TRY IT: Return each line of the material below exactly. Begin at the first and end on the line with "the sheet. */".

SUPPLIED DATA:

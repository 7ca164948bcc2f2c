import type L from 'leaflet'
import { useState } from 'react'
import { useMap, useMapEvents } from 'react-leaflet'
import type { Box } from '~/draw/display-list'
import { makeProjection, type Projection } from '~/draw/projection'
import type { Plane } from '~/track/plane'
import { latLngToPlane, scaleAt } from './to-leaflet'

/** What a map shows at rest. */
export interface MapView {
  /** The visible part. */
  window: Projection
  /** The part that is drawn: half as much again to every side, so that a drag does not run off the drawing. */
  sheet: Projection
  /** The window within the sheet, px of the sheet. */
  frame: Box
}

const PADDING = 0.5

function viewOf(map: L.Map, plane: Plane, detailFrom: number): MapView {
  const { x: width, y: height } = map.getSize()
  const middle = latLngToPlane(plane, map.getCenter())
  const pxPerMetre = scaleAt(map.options.crs!, plane, middle, map.getZoom())
  const detail = pxPerMetre >= detailFrom
  const around = (share: number) =>
    makeProjection({
      middle,
      pxPerMetre,
      width: Math.round(width * (1 + 2 * share)),
      height: Math.round(height * (1 + 2 * share)),
      detail,
    })
  const sheet = around(PADDING)
  const frame = { x: (sheet.width - width) / 2, y: (sheet.height - height) / 2, width, height }
  return { window: around(0), sheet, frame }
}

/** The view of the map around, renewed whenever it comes to rest. */
export function useMapView(plane: Plane, detailFrom: number): MapView {
  const map = useMap()
  const [view, setView] = useState(() => viewOf(map, plane, detailFrom))
  const renew = () => setView(viewOf(map, plane, detailFrom))
  useMapEvents({ moveend: renew, zoomend: renew, resize: renew })
  return view
}

const INSET = 4

/** Where labels may lie on the sheet, and the boxes of the window's furniture that they keep off. */
export function labelRoom({ frame }: MapView, furniture: readonly Box[]): { sheet: Box; boxes: Box[] } {
  const { x, y, width, height } = frame
  return {
    sheet: { x: x + INSET, y: y + INSET, width: width - 2 * INSET, height: height - 2 * INSET },
    boxes: furniture.map((box) => ({ ...box, x: box.x + x, y: box.y + y })),
  }
}
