import type { Centreline } from '~/track/centreline'
import { resolutionOf, withoutSpikes } from '~/track/height-cleaning'
import { wrap } from '~/track/lap-frame'
import { frameAsDrawn, type LayoutFrame } from '~/track/layout-frame'
import { type Metres, metres, type PerMetre, perMetre, type Station, station } from '~/track/units'

export { crestsAndCompressions } from '~/track/crests'

/** Road heights at one station. Null where the source does not carry it: nothing is made up. */
export interface HeightSample {
  readonly station: Station
  readonly height: Metres | null
  /** Rise per metre in the direction of travel, uphill positive. */
  readonly gradient: number | null
  /** Vertical curvature in 1/m: positive in a compression, negative over a crest. */
  readonly verticalCurvature: PerMetre | null
}

export interface HeightProfile {
  readonly step: Metres
  /** From the start line on, one every `step`, once round. */
  readonly samples: readonly HeightSample[]
  /** The step in which the source gives heights; 1 m steps carry neither small crests nor sight lines. */
  readonly resolution: Metres
  /** How far the source's heights scatter about the smoothed ones (root mean square). */
  readonly scatter: Metres
  /** Share of the lap with a height, 0 to 1. */
  readonly known: number
  readonly lowest: { readonly station: Station; readonly height: Metres }
  readonly highest: { readonly station: Station; readonly height: Metres }
  /** Metres climbed in one lap, all rises added up; across an unknown stretch only what its ends show. */
  readonly climb: Metres
}

/** Heights further apart along the road than this say nothing of the road between them. */
const longestGap = 100
/** Half the width of the smoothing window, metres: heights are smoothed over about 80 m. */
const halfWindow = 40
/** Spacing of the heights the window is fitted to, metres. */
const gridStep = 4
/** A window filled less than this gives no slope. */
const leastFill = 0.6

/** Heights every `step` metres along the line as drawn, straight between known ones; NaN in gaps longer than 100 m. */
function heightGrid(line: Centreline, heights: Float64Array) {
  const count = Math.max(8, Math.round(line.length / gridStep))
  const step = line.length / count
  const grid = new Float64Array(count).fill(Number.NaN)
  const known = Array.from(heights.keys()).filter((i) => !Number.isNaN(heights[i]!))
  for (const [k, i] of known.entries()) {
    const next = known[(k + 1) % known.length]!
    const from = line.stations[i]!
    const gap = wrap(line.stations[next]! - from, line.length) || line.length
    if (gap > longestGap) continue
    for (let j = Math.ceil(from / step); j * step <= from + gap; j++) {
      const share = (j * step - from) / gap
      grid[j % count] = heights[i]! + share * (heights[next]! - heights[i]!)
    }
  }
  return { grid, step, count }
}

type Grid = ReturnType<typeof heightGrid>

/**
 * Height, slope and second derivative at a place along the drawn line: the parabola of least squares through the heights
 * within 40 m, weighted 1 − (d/40)² (Epanechnikov); null where the window is filled too little.
 */
function parabolaAt({ grid, step, count }: Grid, place: number) {
  const [s, t] = [new Float64Array(5), new Float64Array(3)]
  let full = 0
  for (let j = Math.ceil((place - halfWindow) / step); j * step <= place + halfWindow; j++) {
    const d = (j * step - place) / halfWindow
    const weight = 1 - d * d
    const height = grid[wrap(j, count)]!
    full += weight
    if (Number.isNaN(height)) continue
    let power = weight
    for (let k = 0; k < 5; k++) {
      s[k]! += power
      if (k < 3) t[k]! += power * height
      power *= d
    }
  }
  if (!(s[0]! >= leastFill * full)) return null
  const [s0, s1, s2, s3, s4] = s as unknown as [number, number, number, number, number]
  const [t0, t1, t2] = t as unknown as [number, number, number]
  const m00 = s2 * s4 - s3 * s3
  const m01 = s2 * s3 - s1 * s4
  const m02 = s1 * s3 - s2 * s2
  const m11 = s0 * s4 - s2 * s2
  const m12 = s1 * s2 - s0 * s3
  const m22 = s0 * s2 - s1 * s1
  const det = s0 * m00 + s1 * m01 + s2 * m02
  return {
    height: (m00 * t0 + m01 * t1 + m02 * t2) / det,
    slope: (m01 * t0 + m11 * t1 + m12 * t2) / det / halfWindow,
    second: (2 * (m02 * t0 + m12 * t1 + m22 * t2)) / det / halfWindow ** 2,
  }
}

function sampleAt(grid: Grid, frame: LayoutFrame, value: Station): HeightSample {
  const place = frame.toAlong(value)
  const near = grid.grid[Math.round(place / grid.step) % grid.count]!
  const fit = Number.isNaN(near) ? null : parabolaAt(grid, place)
  if (!fit) {
    const height = Number.isNaN(near) ? null : metres(near)
    return { station: value, height, gradient: null, verticalCurvature: null }
  }
  return {
    station: value,
    height: metres(fit.height),
    gradient: frame.reversed ? -fit.slope : fit.slope,
    verticalCurvature: perMetre(fit.second / (1 + fit.slope ** 2) ** 1.5),
  }
}

/** Root mean square of the known heights about the smoothed ones. */
function scatterOf(line: Centreline, heights: Float64Array, grid: Grid): number {
  let sum = 0
  let count = 0
  heights.forEach((height, i) => {
    const fit = Number.isNaN(height) ? null : parabolaAt(grid, line.stations[i]!)
    if (!fit) return
    sum += (fit.height - height) ** 2
    count++
  })
  return count > 0 ? Math.sqrt(sum / count) : 0
}

/**
 * The heights of a lap, cleaned and smoothed, every `step` metres (taken to the nearest that divides the lap evenly).
 * 0 among other heights and voids count as missing, single spikes are left out, gaps up to 100 m are filled straight,
 * longer ones stay unknown. Null where the positions carry no heights.
 */
export function heightProfile(road: Centreline | LayoutFrame, step: Metres): HeightProfile | null {
  const frame = 'centreline' in road ? road : frameAsDrawn(road)
  const line = frame.centreline
  const heights = withoutSpikes(line.stations, line.heights)
  const grid = heightGrid(line, heights)
  const count = Math.max(8, Math.round(line.length / step))
  const evenStep = line.length / count
  const samples = Array.from({ length: count }, (_, k) => sampleAt(grid, frame, station(k * evenStep)))
  const known = samples.filter((sample) => sample.height !== null) as (HeightSample & { height: Metres })[]
  if (known.length === 0) return null
  const climb = known.reduce((sum, { height }, i) => sum + Math.max(0, height - known.at(i - 1)!.height), 0)
  const most = (better: (one: Metres, other: Metres) => boolean) => {
    const best = known.reduce((one, other) => (better(other.height, one.height) ? other : one))
    return { station: best.station, height: best.height }
  }
  return {
    step: metres(evenStep),
    samples,
    resolution: metres(resolutionOf(heights)),
    scatter: metres(scatterOf(line, heights, grid)),
    known: known.length / count,
    lowest: most((one, other) => one < other),
    highest: most((one, other) => one > other),
    climb: metres(climb),
  }
}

SOLUTION TO THE PROBLEM:
repository 7ca164948bcc2f2c
import type L from 'leaflet'
import { useState } from 'react'
import { useMap, useMapEvents } from 'react-leaflet'
import type { Box } from '~/draw/display-list'
import { makeProjection, type Projection } from '~/draw/projection'
import type { Plane } from '~/track/plane'
import { latLngToPlane, scaleAt } from './to-leaflet'

/** What a map shows at rest. */
export interface MapView {
  /** The visible part. */
  window: Projection
  /** The part that is drawn: half as much again to every side, so that a drag does not run off the drawing. */
  sheet: Projection
  /** The window within the sheet, px of the sheet. */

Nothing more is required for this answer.